TASK DETAILS
Below are several records. Retype exactly those lines running from the one with "if not -90.0" through the one with "FAO-56 eq. 23", end lines included, and no others.
══ INPUT RECORDS
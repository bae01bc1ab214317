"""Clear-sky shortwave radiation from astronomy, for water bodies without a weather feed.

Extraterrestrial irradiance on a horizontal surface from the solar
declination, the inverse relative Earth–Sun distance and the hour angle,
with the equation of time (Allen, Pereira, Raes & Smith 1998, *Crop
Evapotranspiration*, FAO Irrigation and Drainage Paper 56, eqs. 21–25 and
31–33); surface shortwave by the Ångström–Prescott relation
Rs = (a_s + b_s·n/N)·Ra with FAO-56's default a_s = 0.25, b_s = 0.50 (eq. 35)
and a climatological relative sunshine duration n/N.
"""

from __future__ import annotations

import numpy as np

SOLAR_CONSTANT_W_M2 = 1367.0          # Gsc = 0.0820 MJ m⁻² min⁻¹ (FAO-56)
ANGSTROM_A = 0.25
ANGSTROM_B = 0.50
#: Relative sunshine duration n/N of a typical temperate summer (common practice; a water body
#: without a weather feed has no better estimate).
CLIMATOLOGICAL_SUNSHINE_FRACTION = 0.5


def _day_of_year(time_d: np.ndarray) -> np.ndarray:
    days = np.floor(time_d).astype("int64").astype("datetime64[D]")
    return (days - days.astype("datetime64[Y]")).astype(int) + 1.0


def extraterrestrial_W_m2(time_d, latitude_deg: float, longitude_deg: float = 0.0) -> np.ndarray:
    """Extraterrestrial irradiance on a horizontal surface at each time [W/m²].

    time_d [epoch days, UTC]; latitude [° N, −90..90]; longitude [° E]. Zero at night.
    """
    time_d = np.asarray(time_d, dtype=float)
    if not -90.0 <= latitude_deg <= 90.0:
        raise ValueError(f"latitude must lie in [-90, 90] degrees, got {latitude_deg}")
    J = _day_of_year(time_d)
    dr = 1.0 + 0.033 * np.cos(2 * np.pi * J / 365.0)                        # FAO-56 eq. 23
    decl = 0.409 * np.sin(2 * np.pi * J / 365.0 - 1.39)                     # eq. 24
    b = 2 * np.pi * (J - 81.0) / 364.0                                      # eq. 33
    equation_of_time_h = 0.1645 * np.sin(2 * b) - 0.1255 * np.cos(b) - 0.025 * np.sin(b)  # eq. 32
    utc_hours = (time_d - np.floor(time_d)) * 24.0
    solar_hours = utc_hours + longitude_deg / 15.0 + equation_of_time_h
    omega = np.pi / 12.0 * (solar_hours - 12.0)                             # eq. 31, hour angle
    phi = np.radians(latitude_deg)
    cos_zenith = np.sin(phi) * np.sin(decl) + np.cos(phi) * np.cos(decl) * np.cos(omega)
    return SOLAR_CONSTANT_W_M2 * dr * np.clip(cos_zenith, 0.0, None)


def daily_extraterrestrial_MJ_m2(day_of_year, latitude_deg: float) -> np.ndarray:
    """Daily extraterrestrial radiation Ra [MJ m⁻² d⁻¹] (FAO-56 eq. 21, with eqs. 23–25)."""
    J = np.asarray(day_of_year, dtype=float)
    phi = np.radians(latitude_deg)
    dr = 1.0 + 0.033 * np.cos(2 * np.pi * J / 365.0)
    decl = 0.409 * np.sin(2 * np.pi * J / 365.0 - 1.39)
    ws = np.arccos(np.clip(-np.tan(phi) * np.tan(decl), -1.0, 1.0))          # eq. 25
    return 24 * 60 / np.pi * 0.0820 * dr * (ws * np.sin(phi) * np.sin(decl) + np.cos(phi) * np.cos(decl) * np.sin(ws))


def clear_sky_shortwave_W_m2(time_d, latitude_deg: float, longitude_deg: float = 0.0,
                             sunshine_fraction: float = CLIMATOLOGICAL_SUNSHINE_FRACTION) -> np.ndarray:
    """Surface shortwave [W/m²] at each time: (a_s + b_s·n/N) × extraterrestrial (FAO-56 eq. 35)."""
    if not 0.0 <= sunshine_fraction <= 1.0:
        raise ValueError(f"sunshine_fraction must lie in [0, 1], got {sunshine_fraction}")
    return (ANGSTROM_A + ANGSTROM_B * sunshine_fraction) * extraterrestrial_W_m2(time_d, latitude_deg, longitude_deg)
════
══ INPUT RECORDS
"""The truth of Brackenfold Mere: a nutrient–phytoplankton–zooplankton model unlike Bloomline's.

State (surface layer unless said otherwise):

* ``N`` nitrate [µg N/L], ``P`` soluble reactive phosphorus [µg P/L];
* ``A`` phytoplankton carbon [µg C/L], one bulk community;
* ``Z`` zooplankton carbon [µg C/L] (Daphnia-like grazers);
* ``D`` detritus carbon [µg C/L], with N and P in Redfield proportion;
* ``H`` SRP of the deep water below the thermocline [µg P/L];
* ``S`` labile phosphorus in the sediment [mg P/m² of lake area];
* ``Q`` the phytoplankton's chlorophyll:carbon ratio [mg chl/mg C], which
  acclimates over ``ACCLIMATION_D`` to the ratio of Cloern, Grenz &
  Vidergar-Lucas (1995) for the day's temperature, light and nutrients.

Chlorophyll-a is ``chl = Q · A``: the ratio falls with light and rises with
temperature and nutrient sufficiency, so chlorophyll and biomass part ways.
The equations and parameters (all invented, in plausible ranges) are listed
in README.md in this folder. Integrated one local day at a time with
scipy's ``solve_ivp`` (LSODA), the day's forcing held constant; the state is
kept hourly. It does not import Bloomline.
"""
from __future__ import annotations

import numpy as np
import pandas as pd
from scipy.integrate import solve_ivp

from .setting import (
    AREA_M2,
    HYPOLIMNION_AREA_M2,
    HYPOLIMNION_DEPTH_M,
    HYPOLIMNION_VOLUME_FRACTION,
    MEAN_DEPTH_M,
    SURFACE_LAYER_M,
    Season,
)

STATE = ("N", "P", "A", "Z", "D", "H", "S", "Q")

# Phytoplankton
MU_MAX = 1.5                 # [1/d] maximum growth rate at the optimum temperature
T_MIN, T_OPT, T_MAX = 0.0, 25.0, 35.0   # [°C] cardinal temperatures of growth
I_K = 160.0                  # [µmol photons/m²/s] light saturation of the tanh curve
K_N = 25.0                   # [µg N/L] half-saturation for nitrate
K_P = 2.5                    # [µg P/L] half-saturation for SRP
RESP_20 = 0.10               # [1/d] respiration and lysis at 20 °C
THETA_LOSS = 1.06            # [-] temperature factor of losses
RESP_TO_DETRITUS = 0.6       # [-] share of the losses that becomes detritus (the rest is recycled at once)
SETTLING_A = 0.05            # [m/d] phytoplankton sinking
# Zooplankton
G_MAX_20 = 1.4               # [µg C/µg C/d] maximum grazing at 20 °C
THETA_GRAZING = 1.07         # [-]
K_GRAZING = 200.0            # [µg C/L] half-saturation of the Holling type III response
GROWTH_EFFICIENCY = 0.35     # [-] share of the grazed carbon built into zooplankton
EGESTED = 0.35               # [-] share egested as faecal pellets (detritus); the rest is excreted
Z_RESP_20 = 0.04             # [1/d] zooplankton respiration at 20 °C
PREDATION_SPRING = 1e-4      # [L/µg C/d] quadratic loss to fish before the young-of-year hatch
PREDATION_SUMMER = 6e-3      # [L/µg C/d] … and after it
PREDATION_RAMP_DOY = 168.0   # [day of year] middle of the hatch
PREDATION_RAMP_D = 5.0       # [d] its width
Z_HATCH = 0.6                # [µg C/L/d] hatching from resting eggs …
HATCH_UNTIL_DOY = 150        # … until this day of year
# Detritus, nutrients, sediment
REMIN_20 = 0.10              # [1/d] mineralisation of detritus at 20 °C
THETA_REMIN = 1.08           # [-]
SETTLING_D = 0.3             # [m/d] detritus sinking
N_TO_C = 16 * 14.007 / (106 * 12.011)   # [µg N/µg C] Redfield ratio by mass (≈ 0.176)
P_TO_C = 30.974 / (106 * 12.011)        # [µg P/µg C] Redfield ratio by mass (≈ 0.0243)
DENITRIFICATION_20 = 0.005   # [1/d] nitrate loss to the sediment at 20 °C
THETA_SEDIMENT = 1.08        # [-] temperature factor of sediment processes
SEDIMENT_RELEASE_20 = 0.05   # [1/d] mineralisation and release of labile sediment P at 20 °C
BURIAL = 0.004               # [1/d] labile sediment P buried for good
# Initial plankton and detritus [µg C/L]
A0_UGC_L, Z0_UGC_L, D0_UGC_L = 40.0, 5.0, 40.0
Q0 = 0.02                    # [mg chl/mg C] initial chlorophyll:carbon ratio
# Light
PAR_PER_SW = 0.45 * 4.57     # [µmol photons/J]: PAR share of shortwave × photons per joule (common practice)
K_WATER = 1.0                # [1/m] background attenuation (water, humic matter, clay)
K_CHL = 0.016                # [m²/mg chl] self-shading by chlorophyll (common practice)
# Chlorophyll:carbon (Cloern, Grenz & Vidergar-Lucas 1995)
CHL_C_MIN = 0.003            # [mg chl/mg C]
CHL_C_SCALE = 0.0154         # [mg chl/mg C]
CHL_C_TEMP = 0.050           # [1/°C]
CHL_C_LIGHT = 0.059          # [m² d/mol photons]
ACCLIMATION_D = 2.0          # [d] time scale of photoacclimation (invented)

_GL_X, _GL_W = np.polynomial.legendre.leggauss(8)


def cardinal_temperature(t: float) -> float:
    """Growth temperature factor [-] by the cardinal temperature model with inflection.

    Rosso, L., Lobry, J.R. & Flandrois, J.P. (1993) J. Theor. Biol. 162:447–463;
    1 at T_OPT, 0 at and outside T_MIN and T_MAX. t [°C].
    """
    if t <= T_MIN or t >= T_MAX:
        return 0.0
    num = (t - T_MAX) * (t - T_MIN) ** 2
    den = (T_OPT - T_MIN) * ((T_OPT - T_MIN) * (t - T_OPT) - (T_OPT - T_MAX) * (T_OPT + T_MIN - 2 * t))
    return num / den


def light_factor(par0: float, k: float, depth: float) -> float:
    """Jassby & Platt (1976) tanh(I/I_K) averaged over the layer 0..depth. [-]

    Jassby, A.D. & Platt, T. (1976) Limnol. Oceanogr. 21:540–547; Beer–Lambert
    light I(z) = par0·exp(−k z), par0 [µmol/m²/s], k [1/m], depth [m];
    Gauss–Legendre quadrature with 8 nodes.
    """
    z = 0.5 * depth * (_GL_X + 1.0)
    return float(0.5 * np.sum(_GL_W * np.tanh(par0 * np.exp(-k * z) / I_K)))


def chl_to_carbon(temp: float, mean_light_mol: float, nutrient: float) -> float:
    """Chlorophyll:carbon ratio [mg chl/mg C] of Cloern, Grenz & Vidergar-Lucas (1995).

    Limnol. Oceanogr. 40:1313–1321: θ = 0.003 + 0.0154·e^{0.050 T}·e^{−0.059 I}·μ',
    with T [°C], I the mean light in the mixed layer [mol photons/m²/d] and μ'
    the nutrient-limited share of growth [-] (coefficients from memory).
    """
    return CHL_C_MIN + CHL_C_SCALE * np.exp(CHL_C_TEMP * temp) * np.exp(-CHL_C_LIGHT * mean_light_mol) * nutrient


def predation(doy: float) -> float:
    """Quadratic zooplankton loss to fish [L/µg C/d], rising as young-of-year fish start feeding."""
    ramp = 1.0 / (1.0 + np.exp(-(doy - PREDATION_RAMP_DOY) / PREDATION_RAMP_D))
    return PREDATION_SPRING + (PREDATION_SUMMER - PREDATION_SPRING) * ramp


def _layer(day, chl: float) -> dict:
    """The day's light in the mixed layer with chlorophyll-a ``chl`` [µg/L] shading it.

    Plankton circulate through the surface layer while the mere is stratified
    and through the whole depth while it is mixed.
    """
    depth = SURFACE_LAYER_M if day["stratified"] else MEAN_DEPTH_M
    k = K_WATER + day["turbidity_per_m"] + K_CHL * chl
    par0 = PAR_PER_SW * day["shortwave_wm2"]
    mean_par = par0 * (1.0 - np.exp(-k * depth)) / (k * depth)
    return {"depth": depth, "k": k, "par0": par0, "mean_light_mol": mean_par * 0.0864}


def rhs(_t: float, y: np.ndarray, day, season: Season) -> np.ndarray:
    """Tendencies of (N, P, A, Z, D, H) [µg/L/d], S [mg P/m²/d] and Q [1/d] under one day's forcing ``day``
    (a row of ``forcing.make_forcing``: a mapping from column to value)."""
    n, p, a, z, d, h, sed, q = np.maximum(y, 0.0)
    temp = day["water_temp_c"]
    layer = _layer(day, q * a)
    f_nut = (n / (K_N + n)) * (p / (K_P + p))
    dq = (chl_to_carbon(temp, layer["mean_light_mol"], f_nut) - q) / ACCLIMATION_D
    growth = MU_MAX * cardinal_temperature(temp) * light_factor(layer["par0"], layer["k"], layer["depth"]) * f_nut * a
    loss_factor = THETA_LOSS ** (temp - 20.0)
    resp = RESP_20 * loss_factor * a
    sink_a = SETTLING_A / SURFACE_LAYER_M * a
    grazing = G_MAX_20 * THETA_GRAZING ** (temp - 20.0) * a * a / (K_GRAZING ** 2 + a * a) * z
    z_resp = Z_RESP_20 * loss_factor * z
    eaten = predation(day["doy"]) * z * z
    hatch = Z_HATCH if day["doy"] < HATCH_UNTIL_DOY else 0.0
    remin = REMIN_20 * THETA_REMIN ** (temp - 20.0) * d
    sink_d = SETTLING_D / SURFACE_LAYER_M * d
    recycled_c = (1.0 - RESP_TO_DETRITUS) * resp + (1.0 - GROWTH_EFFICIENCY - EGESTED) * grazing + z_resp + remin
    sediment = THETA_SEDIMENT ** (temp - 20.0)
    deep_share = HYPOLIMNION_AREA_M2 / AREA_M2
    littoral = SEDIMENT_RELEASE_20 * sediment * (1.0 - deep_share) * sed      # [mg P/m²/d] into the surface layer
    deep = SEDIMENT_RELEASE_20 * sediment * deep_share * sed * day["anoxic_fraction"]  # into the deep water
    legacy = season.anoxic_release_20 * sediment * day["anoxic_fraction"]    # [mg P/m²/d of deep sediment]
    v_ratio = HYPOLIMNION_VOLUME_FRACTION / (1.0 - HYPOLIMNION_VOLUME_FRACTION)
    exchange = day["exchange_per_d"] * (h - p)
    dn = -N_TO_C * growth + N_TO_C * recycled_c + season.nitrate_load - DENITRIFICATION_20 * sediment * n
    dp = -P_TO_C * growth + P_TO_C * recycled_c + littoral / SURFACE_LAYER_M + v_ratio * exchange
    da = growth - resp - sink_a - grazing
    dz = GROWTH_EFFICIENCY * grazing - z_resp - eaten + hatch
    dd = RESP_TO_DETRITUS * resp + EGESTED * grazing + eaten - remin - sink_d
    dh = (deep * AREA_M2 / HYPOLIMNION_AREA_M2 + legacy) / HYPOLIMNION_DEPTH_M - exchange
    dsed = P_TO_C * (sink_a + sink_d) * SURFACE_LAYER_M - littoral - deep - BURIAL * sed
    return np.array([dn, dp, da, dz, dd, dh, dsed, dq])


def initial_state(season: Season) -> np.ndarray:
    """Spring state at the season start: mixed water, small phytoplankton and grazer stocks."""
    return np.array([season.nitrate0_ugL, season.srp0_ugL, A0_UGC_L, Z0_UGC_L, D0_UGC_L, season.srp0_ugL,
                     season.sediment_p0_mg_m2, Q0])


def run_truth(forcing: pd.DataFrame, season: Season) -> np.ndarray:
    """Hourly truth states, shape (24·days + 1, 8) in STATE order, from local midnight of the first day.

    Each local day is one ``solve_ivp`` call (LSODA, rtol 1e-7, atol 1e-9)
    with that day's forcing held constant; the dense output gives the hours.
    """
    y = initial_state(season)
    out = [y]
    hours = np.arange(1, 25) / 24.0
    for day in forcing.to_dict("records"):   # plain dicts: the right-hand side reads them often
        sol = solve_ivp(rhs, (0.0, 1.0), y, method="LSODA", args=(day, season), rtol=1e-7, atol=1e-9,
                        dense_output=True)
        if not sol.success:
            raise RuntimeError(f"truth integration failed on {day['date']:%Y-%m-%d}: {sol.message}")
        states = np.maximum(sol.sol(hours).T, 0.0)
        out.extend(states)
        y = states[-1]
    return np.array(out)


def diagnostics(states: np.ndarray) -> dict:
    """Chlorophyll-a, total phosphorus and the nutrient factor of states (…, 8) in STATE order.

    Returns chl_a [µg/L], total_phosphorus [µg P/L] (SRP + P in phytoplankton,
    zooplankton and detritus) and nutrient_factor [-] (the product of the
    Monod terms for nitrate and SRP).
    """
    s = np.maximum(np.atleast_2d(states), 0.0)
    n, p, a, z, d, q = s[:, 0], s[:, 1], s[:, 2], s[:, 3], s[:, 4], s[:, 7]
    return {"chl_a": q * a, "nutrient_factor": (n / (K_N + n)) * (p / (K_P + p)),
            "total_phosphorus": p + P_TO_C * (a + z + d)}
════
RESULT FOR THIS TASK
    if not -90.0 <= latitude_deg <= 90.0:
        raise ValueError(f"latitude must lie in [-90, 90] degrees, got {latitude_deg}")
    J = _day_of_year(time_d)
    dr = 1.0 + 0.033 * np.cos(2 * np.pi * J / 365.0)                        # FAO-56 eq. 23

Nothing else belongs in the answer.